━━━ Data section

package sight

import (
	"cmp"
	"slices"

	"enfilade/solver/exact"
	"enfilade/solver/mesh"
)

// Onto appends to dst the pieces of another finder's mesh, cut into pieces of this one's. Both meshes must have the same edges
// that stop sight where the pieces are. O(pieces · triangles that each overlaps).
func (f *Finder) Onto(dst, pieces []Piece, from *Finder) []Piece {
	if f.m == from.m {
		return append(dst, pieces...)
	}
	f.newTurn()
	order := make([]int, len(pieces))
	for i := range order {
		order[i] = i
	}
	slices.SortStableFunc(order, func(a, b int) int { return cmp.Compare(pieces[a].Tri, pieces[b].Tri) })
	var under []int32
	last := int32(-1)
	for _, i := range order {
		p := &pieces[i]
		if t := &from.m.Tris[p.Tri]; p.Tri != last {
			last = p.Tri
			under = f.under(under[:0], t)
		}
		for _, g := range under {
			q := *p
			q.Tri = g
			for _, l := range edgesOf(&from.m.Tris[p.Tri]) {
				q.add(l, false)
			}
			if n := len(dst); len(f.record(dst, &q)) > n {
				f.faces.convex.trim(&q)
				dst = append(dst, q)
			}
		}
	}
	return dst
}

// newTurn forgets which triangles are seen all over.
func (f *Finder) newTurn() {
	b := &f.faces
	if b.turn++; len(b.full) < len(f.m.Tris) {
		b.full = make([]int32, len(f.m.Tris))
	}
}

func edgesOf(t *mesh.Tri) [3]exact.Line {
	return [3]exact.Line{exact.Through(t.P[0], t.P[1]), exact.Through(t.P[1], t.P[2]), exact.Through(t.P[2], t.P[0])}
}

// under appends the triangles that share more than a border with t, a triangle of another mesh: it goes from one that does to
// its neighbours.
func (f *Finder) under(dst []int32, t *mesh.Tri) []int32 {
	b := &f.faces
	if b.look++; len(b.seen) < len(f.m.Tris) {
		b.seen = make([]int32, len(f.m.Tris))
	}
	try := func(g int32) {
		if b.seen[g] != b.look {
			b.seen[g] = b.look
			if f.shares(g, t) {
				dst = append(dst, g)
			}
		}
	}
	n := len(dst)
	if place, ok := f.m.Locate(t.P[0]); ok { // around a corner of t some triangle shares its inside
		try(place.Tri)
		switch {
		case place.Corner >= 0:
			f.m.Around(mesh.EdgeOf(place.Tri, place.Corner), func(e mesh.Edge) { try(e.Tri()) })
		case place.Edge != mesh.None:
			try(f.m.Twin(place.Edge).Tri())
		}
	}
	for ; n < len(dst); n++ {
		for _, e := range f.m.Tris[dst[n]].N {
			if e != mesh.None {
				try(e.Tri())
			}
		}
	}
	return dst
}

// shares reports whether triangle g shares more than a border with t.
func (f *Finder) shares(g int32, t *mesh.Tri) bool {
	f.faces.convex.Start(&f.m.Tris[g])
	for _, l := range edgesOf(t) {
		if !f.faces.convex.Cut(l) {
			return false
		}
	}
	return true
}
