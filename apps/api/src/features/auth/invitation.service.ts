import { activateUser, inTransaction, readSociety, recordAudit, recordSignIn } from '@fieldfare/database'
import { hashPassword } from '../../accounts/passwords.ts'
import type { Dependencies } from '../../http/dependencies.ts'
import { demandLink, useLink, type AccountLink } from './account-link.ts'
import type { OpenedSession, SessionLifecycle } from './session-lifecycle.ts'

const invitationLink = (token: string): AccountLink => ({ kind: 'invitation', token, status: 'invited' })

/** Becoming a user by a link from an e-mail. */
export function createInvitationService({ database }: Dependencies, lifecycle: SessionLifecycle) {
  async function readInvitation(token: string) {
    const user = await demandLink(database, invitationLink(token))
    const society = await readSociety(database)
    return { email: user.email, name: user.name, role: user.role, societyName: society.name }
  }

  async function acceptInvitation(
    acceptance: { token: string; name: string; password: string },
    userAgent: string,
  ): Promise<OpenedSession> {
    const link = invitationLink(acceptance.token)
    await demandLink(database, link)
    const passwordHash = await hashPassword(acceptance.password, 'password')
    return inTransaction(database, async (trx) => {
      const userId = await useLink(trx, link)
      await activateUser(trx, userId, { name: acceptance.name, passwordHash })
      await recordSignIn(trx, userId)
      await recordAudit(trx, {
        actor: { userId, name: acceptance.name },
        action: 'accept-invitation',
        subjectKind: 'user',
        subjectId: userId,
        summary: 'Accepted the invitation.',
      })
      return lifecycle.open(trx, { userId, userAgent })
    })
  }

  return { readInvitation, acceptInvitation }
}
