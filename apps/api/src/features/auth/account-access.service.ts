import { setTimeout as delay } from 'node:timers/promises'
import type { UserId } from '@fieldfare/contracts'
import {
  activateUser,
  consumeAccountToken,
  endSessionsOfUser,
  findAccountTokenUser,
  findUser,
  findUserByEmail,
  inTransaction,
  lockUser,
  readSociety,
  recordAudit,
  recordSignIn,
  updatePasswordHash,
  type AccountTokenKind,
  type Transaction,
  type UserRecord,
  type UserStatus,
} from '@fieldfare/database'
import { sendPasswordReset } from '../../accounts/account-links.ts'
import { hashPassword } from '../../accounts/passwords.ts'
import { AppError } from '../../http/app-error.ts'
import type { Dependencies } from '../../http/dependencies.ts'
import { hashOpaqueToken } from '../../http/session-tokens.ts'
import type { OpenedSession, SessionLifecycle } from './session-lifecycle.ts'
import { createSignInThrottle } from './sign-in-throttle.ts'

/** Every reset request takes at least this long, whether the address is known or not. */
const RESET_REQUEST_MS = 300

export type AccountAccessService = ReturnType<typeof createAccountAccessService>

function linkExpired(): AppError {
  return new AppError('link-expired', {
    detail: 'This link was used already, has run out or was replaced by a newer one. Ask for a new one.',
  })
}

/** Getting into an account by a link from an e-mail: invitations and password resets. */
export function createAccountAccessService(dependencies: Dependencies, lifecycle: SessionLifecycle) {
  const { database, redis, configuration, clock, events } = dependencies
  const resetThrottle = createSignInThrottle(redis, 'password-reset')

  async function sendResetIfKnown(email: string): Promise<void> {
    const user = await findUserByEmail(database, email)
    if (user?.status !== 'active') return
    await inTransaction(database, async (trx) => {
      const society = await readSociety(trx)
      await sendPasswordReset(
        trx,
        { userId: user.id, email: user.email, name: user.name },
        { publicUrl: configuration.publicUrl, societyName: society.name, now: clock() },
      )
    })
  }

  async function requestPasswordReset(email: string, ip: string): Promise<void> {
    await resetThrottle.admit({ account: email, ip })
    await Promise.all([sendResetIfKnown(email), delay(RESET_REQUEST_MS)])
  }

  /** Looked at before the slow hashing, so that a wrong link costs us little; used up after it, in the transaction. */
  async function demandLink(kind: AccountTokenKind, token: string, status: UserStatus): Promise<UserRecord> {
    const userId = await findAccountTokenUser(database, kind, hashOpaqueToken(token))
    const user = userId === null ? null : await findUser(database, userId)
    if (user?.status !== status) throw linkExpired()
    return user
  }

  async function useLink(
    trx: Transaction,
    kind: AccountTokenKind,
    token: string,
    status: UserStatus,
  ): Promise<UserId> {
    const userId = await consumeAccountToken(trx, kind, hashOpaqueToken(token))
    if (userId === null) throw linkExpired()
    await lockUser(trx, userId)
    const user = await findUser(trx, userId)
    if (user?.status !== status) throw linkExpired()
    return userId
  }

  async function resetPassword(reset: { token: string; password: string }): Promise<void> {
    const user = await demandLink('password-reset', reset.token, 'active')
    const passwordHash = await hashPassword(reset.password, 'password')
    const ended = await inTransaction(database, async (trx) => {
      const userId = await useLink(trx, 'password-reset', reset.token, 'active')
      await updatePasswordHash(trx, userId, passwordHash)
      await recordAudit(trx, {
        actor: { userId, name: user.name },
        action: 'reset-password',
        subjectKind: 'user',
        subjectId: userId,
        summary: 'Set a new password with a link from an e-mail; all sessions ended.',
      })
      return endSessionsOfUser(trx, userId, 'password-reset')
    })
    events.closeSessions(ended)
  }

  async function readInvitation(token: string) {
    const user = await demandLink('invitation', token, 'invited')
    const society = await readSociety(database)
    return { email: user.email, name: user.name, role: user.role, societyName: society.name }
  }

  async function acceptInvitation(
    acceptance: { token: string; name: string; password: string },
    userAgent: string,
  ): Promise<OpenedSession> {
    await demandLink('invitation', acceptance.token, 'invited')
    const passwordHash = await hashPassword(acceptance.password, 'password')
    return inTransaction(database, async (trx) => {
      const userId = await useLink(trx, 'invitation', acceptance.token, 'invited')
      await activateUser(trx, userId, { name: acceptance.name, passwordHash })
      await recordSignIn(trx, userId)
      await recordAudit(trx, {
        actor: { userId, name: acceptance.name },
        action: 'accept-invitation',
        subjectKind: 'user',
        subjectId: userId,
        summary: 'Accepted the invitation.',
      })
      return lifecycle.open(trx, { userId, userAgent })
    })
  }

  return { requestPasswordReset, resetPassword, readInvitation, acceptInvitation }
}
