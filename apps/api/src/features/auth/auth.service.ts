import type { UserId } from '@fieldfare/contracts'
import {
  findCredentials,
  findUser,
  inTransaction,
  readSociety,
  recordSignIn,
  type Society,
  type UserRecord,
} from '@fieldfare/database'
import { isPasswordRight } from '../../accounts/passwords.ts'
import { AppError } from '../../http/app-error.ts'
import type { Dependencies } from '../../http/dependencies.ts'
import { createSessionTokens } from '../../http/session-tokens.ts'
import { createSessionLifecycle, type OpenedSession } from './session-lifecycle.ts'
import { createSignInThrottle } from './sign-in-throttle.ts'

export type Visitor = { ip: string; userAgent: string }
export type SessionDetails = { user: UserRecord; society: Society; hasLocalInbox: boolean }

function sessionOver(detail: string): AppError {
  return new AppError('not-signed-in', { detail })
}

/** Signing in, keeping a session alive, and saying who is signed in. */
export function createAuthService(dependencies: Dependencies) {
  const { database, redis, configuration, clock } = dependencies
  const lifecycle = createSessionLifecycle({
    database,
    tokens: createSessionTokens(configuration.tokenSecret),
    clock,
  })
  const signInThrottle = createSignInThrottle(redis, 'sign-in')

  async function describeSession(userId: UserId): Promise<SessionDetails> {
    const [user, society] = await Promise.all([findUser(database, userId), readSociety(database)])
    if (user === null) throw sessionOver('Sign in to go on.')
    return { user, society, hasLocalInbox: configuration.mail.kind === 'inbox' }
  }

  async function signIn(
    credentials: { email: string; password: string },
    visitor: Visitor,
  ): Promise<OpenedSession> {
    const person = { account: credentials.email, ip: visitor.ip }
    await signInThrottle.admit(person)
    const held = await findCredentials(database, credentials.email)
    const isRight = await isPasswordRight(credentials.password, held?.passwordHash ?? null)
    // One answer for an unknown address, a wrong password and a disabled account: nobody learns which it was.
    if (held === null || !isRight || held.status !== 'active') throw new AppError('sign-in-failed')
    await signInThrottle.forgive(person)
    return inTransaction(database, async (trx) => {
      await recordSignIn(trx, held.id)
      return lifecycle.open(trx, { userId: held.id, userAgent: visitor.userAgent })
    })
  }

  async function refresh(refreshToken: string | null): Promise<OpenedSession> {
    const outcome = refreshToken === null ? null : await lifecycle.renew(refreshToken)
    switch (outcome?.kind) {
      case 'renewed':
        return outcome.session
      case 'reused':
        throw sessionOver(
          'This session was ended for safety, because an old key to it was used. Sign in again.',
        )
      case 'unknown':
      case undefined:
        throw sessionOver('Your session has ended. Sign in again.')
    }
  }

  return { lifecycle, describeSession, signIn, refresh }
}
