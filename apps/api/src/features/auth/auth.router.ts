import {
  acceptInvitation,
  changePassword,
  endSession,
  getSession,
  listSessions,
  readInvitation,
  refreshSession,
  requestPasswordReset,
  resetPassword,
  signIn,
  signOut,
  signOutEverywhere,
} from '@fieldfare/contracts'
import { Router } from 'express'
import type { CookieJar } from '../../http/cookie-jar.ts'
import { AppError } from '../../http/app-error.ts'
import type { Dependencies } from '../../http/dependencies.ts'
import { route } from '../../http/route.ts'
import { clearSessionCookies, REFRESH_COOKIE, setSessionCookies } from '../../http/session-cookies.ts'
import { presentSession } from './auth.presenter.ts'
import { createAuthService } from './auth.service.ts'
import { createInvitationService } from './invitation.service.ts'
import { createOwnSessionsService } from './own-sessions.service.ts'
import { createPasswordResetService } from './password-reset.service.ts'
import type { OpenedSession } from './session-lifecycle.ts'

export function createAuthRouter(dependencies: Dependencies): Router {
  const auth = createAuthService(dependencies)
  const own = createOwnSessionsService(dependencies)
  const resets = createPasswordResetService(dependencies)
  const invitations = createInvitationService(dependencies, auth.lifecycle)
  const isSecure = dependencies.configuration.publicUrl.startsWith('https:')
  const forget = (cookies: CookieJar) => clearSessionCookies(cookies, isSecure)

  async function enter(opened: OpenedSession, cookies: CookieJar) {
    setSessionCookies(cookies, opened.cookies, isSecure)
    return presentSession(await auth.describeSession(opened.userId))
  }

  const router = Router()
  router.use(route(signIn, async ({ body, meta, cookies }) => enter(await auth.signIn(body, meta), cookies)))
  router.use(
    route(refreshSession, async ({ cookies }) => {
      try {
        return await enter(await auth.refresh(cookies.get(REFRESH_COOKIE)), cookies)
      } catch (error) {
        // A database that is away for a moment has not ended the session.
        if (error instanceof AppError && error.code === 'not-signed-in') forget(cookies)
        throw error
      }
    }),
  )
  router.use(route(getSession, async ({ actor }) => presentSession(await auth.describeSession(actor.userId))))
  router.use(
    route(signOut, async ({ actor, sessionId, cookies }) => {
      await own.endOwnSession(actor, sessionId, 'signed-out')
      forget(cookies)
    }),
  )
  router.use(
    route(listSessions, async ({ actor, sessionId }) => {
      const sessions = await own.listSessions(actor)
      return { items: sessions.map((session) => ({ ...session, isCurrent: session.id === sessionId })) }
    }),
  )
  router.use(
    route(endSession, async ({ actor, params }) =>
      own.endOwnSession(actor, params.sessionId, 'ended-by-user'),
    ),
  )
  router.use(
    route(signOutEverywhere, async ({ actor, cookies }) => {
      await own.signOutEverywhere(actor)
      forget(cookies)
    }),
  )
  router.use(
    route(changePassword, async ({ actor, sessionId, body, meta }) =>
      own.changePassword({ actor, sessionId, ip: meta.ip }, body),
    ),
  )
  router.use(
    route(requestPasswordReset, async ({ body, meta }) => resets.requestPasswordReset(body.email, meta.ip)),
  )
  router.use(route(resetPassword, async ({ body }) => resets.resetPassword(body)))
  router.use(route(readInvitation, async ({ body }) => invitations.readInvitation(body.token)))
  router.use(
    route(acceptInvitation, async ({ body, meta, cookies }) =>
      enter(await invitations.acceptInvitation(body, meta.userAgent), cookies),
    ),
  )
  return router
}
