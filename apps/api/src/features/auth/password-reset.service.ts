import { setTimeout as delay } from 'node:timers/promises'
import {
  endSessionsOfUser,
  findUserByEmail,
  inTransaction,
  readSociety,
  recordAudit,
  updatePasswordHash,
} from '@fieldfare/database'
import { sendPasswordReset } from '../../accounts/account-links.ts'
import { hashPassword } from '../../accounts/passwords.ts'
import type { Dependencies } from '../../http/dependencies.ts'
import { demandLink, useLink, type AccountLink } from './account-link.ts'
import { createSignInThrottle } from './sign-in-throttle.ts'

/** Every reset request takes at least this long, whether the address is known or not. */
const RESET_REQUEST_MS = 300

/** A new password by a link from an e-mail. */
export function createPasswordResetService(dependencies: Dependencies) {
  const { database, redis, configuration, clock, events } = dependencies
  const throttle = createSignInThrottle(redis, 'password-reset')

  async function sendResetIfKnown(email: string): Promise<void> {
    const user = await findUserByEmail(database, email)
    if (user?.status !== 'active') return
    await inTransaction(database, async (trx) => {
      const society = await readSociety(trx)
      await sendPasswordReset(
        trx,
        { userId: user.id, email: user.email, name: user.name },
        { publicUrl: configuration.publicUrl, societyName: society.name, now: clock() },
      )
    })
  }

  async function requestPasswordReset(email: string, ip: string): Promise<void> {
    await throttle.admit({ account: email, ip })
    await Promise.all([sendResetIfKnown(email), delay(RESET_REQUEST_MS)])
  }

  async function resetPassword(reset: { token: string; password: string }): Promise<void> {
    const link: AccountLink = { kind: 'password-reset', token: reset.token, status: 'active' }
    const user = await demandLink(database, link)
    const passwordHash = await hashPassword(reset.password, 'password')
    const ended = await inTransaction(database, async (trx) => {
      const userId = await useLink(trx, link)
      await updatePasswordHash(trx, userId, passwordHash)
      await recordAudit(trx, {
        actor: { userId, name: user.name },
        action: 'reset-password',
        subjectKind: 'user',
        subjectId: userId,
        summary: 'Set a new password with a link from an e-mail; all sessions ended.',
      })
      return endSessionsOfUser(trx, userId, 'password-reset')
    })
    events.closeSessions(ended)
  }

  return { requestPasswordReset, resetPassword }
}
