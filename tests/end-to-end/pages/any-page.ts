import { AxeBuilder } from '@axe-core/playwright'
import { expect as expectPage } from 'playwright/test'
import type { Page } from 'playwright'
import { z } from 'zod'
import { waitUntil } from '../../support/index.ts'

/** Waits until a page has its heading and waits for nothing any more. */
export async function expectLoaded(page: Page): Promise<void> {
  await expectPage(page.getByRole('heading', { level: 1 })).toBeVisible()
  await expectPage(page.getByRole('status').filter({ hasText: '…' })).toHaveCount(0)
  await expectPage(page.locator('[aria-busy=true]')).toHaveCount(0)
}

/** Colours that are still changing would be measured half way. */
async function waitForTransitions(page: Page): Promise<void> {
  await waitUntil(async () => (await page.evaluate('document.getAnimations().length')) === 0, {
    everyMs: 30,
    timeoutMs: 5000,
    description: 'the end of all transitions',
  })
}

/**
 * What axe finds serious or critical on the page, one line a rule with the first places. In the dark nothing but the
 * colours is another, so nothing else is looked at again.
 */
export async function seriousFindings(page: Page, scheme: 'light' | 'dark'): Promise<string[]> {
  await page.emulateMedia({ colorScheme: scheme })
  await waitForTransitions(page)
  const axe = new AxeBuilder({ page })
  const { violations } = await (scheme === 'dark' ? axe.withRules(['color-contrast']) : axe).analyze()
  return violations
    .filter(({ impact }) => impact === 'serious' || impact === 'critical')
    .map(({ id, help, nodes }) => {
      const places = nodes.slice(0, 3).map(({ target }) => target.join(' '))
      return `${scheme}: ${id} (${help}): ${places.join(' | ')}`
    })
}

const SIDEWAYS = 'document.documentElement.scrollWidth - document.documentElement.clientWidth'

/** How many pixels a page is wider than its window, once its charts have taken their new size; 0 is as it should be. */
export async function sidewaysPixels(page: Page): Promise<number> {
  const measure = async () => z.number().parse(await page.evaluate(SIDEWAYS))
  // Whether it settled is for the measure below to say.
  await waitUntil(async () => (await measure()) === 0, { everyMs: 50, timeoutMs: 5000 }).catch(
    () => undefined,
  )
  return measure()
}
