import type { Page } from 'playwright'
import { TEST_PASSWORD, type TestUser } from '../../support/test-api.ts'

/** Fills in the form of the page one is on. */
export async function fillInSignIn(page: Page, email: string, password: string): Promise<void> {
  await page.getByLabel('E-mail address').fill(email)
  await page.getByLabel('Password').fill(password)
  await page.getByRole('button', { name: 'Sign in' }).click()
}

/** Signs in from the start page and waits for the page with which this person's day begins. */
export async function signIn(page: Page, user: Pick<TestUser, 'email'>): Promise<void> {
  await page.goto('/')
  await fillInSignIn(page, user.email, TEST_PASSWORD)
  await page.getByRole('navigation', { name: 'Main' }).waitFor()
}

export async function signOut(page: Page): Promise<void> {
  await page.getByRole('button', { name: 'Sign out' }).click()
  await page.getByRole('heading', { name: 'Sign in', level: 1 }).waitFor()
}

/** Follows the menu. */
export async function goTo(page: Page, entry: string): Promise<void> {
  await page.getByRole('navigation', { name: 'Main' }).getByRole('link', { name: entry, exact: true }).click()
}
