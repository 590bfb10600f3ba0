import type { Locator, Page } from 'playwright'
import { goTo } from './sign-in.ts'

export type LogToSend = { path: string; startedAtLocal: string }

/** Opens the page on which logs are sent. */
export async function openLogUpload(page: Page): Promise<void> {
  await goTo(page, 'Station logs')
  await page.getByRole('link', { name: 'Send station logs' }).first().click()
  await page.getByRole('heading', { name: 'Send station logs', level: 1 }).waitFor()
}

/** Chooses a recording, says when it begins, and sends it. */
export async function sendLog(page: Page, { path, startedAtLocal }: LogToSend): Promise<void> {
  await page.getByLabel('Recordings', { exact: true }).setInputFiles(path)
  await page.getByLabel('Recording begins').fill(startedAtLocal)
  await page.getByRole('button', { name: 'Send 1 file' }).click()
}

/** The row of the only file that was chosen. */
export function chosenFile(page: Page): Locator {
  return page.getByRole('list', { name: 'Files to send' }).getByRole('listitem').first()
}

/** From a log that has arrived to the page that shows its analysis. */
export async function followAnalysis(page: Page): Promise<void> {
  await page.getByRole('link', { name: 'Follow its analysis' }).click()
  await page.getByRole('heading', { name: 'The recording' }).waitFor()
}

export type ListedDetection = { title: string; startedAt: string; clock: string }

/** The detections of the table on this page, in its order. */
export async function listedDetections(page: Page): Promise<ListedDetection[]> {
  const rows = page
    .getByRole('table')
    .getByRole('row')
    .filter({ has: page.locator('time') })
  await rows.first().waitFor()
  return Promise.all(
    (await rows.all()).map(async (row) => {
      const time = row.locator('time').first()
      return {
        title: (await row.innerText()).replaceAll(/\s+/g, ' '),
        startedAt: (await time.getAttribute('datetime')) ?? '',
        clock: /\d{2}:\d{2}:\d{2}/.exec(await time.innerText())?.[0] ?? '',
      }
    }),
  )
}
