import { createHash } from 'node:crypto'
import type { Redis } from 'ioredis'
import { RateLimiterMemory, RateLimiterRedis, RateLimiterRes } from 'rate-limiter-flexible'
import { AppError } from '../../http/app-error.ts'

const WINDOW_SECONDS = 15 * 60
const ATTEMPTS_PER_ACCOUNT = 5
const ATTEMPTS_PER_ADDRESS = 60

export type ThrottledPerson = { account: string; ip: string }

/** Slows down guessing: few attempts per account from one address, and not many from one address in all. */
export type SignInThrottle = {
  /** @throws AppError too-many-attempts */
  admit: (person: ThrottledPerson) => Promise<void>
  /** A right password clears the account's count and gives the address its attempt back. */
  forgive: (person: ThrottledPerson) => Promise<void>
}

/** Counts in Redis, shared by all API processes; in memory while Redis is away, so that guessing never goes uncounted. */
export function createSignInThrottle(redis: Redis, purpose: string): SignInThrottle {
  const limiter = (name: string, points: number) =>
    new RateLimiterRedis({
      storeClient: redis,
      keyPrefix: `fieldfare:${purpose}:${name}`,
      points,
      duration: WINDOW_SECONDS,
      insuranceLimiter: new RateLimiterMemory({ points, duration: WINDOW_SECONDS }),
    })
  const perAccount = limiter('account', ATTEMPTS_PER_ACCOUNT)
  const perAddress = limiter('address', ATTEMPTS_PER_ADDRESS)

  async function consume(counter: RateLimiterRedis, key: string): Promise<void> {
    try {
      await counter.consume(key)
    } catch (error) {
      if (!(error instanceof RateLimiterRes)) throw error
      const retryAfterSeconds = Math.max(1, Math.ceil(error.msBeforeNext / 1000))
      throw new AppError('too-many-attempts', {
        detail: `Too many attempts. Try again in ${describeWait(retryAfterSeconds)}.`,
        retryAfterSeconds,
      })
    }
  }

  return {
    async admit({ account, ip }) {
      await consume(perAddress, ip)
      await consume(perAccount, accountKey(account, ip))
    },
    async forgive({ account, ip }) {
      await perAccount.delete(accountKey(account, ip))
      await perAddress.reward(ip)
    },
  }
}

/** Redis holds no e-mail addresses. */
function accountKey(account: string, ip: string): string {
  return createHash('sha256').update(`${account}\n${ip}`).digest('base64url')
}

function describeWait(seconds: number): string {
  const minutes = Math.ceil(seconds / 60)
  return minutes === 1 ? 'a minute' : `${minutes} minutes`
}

━━━━━━

## [Exercise instructions]
In the records above, how many lines contain the word "convex"? Say only the number.

## [Solution to this task]
3